Influencing Skills Course Workshop

Is it Possible to do a Workplace Culture Assessment?

Many organizational leaders are interested in changing their workplace culture but are not too sure where to start the process. Do I start with my senior team? Should I begin at the coal-face, with front-line workers? What if I do it wrong? How long will it take? How will I know I am successful? These are the kinds of questions I receive from leaders all the time about creating a productive workplace culture.

My advice is always this: Begin by doing a workplace culture assessment. What exactly does that mean? is often the reply. Assessing a culture is an important first step to create the necessary set of benchmarks for leaders to determine any appreciable shift in culture. What do we benchmark?

My research has demonstrated that there are eight shared values of the employment relationship; that is, the relationship between managers and employees. These eight values are commonplace in successful organizations with a productive workplace culture.

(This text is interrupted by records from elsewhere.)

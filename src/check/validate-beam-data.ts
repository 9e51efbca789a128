import { comparePublishedPdd, type LoadedMachine, PUBLISHED_TOLERANCE_PERCENT, validateTables } from '../beamdata/index.js';
import type { ElectronBeamModel, Issue } from '../model/index.js';
import { pddTprAgreement, referenceFieldFactors } from '../physics/index.js';
import { coverageIssues, effectiveSsdIssues } from './validate-coverage.js';
import {
  compareElectronEnergy,
  E0_PER_R50_MEV_PER_CM,
  ELECTRON_ENERGY_TOLERANCE_PERCENT,
  PRACTICAL_RANGE_TOLERANCE_PERCENT,
  RP_PER_MEV_CM,
} from './electron-energy.js';

/** Largest PDD/TPR disagreement (after exact conversion) accepted between two measured tables. */
const PDD_TPR_TOLERANCE_PERCENT = 1;
/**
 * IEC 61217 turns the wedge filter frame counterclockwise about the beam axis seen from the source
 * (x to the right, y up): 90 degrees takes −Y to +X and +Y to −X.
 */
const QUARTER_TURN = { '-Y': '+X', '+Y': '-X' } as const;

/** Sc and Sp of the reference field must be 1 within this. */
const REFERENCE_TOLERANCE = 0.005;

/**
 * Every problem of a loaded machine's beam data: the tables' own checks, and those that need the
 * physics (Sc = Sp = 1 for the reference field as calibrated; PDD and TPR agreeing after conversion).
 */
export function validateBeamData(lm: LoadedMachine): Issue[] {
  const issues: Issue[] = [...validateTables(lm), ...coverageIssues(lm), ...effectiveSsdIssues(lm)];
  const heel = lm.machine.wedgeHeel;
  if (heel && QUARTER_TURN[heel.atOrientation0] !== heel.atOrientation90)
    issues.push({
      severity: 'error',
      code: 'inconsistent',
      file: lm.manifestFile,
      path: 'machine.wedgeHeel',
      message:
        'the heel at Wedge Orientation 90 must be a quarter turn counterclockwise (IEC 61217, seen from the source) from the heel at 0: ' +
        'one of the two was read in another sense',
      expected: `${heel.atOrientation0} at 0 with ${QUARTER_TURN[heel.atOrientation0]} at 90`,
      found: `${heel.atOrientation0} with ${heel.atOrientation90}`,
    });
  if (!lm.manifest.approval)
    issues.push({
      severity: 'warning',
      code: 'missing-attribute',
      file: lm.manifestFile,
      path: 'approval',
      message: 'the beam data do not record who approved them for clinical use, and when: every report will say so',
      expected: '{ "approvedOn": "YYYY-MM-DD", "approvedBy": "name, role" }',
    });
  for (const [bi, beam] of lm.machine.beams.entries()) {
    // A transcription error shows against what a beam of that quality should look like.
    for (const r of comparePublishedPdd(beam).rows.filter((x) => Math.abs(x.differencePercent) > PUBLISHED_TOLERANCE_PERCENT))
      issues.push({
        severity: 'warning',
        code: 'physical-range',
        file: lm.manifestFile,
        path: `beams[${bi}].pdd`,
        message:
          `beam ${beam.id}: PDD(${r.depthCm} cm, 10 × 10, SSD 100) differs from the published data of the same beam quality ` +
          `(BJR Supplement 25) by ${r.differencePercent.toFixed(1)} %: a shifted or mistyped column? (plumbline beams compare-published)`,
        expected: `${r.publishedPercent.toFixed(1)} % ± ${PUBLISHED_TOLERANCE_PERCENT} %`,
        found: `${r.clinicPercent.toFixed(1)} %`,
      });
    const ref = referenceFieldFactors(beam, lm.machine.sadCm);
    for (const [name, side, v] of [
      ['Sc', ref.scCm, ref.sc],
      ['Sp', ref.spCm, ref.sp],
    ] as const) {
      if (!(Math.abs(v - 1) <= REFERENCE_TOLERANCE)) {
        issues.push({
          severity: 'error',
          code: 'physical-range',
          file: lm.manifestFile,
          path: `beams[${bi}].calibration`,
          message:
            `beam ${beam.id}: ${name} of the reference field (${side.toFixed(2)} cm, ` +
            `as defined ${beam.calibration.referenceFieldAt === 'surface' ? 'at the surface' : 'at the normalization point'}) is not 1`,
          expected: `1.000 ± ${REFERENCE_TOLERANCE}`,
          found: Number.isFinite(v) ? v.toFixed(4) : 'outside the table',
        });
      }
    }
    const agreement = pddTprAgreement(beam);
    if (!agreement) continue;
    const pddTable = lm.tables.find((t) => t.beamId === beam.id && t.quantity === 'pdd')!;
    const n = pddTable.lookup.columns!.values.length;
    for (const d of agreement.differences.filter((x) => Math.abs(x.differencePercent) > PDD_TPR_TOLERANCE_PERCENT)) {
      issues.push({
        severity: 'error',
        code: 'tables-disagree',
        file: pddTable.csv.file,
        ...pddTable.csv.valuePositions[d.row * n + d.column]!,
        message:
          `beam ${beam.id}: PDD at ${d.depthCm} cm for ${d.surfaceSideCm} cm converted to ${beam.tpr!.kind} ` +
          `differs from the ${beam.tpr!.kind} table by ${d.differencePercent.toFixed(2)} %`,
        expected: `within ±${PDD_TPR_TOLERANCE_PERCENT} %`,
        found: `${d.differencePercent.toFixed(2)} %`,
      });
    }
  }
  for (const [bi, beam] of lm.machine.electronBeams.entries())
    issues.push(...electronEnergyWarnings(beam, `electronBeams[${bi}].pdd`, lm.manifestFile));
  return issues;
}

/** An electron PDD against its nominal energy: R50 (E0 ≈ 2.33 MeV/cm × R50) and the practical range (Rp ≈ E/2 cm). */
function electronEnergyWarnings(beam: ElectronBeamModel, path: string, file: string): Issue[] {
  const e = compareElectronEnergy(beam);
  const warn = (message: string, expected: string, found: string): Issue => ({
    severity: 'warning',
    code: 'physical-range',
    file,
    path,
    message: `beam ${beam.id}: ${message}: a table of another energy, or depths in another unit?`,
    expected,
    found,
  });
  const out: Issue[] = [];
  if (e.differencePercent !== undefined && Math.abs(e.differencePercent) > ELECTRON_ENERGY_TOLERANCE_PERCENT)
    out.push(
      warn(
        `its PDD gives R50 ${e.r50Cm!.toFixed(2)} cm, so E0 ≈ ${e.e0MeV!.toFixed(1)} MeV (${E0_PER_R50_MEV_PER_CM} MeV/cm × R50), ` +
          `${e.differencePercent.toFixed(0)} % from the nominal ${beam.nominalEnergyMeV} MeV`,
        `within ±${ELECTRON_ENERGY_TOLERANCE_PERCENT} % of ${beam.nominalEnergyMeV} MeV`,
        `${e.e0MeV!.toFixed(1)} MeV`,
      ),
    );
  const rpCm = RP_PER_MEV_CM * beam.nominalEnergyMeV;
  if (e.rpDifferencePercent !== undefined && Math.abs(e.rpDifferencePercent) > PRACTICAL_RANGE_TOLERANCE_PERCENT)
    out.push(
      warn(
        `its PDD gives a practical range of ${e.rpCm!.toFixed(2)} cm, ${e.rpDifferencePercent.toFixed(0)} % from ` +
          `E/2 = ${rpCm.toFixed(1)} cm for ${beam.nominalEnergyMeV} MeV`,
        `within ±${PRACTICAL_RANGE_TOLERANCE_PERCENT} % of ${rpCm.toFixed(1)} cm`,
        `${e.rpCm!.toFixed(2)} cm`,
      ),
    );
  return out;
}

The values are the lynch-pin that connects the employer and employee. I argue strongly that the health of the employment relationship is the most critical determinant of the quality of the workplace culture.

For instance, if the employment relationship is characterized by a ‘them and us’ type of relationship, then it would hardly be surprising that the workplace will feature authoritarian management, hierarchical power structures, and little or no evidence of employee empowerment.

On the other hand, it the relationship is characterized as harmonious and collaborative, it is likely that the culture will be characterized by a flatter, more organic organizational structure, employee autonomy and empowerment, and informal lines of communication.

These values include:

  • Flexible deployment of employee skills
  • Customer-focus
  • Performance-focus
  • Project-based work structures
  • The merging of human spirit and work
  • Commitment to the strategic direction
  • Learning organization
  • Open communication channels

The values of a traditional employment relationship are the opposite:

  • Specialize employment structures
  • Internal-focus
  • Job-focus
  • Function-based work structures
  • Evidence of human dispirit and work
  • Valuing loyalty over commitment
  • An emphasis on procedural learning
  • Closed communication channels

So, step one is to complete a workplace culture assessment. This involves completing an on-line survey, consisting of 80-items. This survey is completed in approximately 15-minutes. The report is produced, and a project team is appointed to analyse the survey data.

This project team is representative of the organization-at-large. It is a small replica of the whole organization. The facilitator then works with the team to produce a second report. The key questions to be answered in the workshop are:

  • Why are the results the way they are?
  • What examples can you give from your perspective that validate these results?
  • What steps can be taken to improve the culture of the workplace to better reflect the eight values of highly productive organizations?

From this workshop, the team present their recommendations to the senior executive team who decide which recommendations to implement. Implementation takes place.

For example, due to low skill levels of many new recruits, the project team recommends the implementation of an organizational-wide coaching and mentoring program to utilize the skills-set of many experienced workers. Or, it might be suggested that a newsletter be produced to improve communication across the various departments of the organization.

The recommendations are based on the project team’s collective response to the survey results.

Twelve months later, the workplace culture assessment is repeated. The idea here is to be able to compare the culture across a 12-month time frame.

  • Have the interventions worked?
  • Have they made a different?
  • Where have they made a difference?
  • What work is left to be done?

These questions can be confidently answered with an annual workplace culture assessment report. The assessment provides a train track to run on for every member of the organization.

This approach is applicable for private sector, public sector, and not-for-profits. It is applicable for any organization who wants to change their culture.

Workplace culture assessment is an integral part of changing a culture of an organization. Without this assessment, we will be hard pressed to be able to scientifically determine whether the management program to change the culture has been successful. The eight values of a productive organizational culture are characteristic of a cialis healthy working relationship between employer and employee.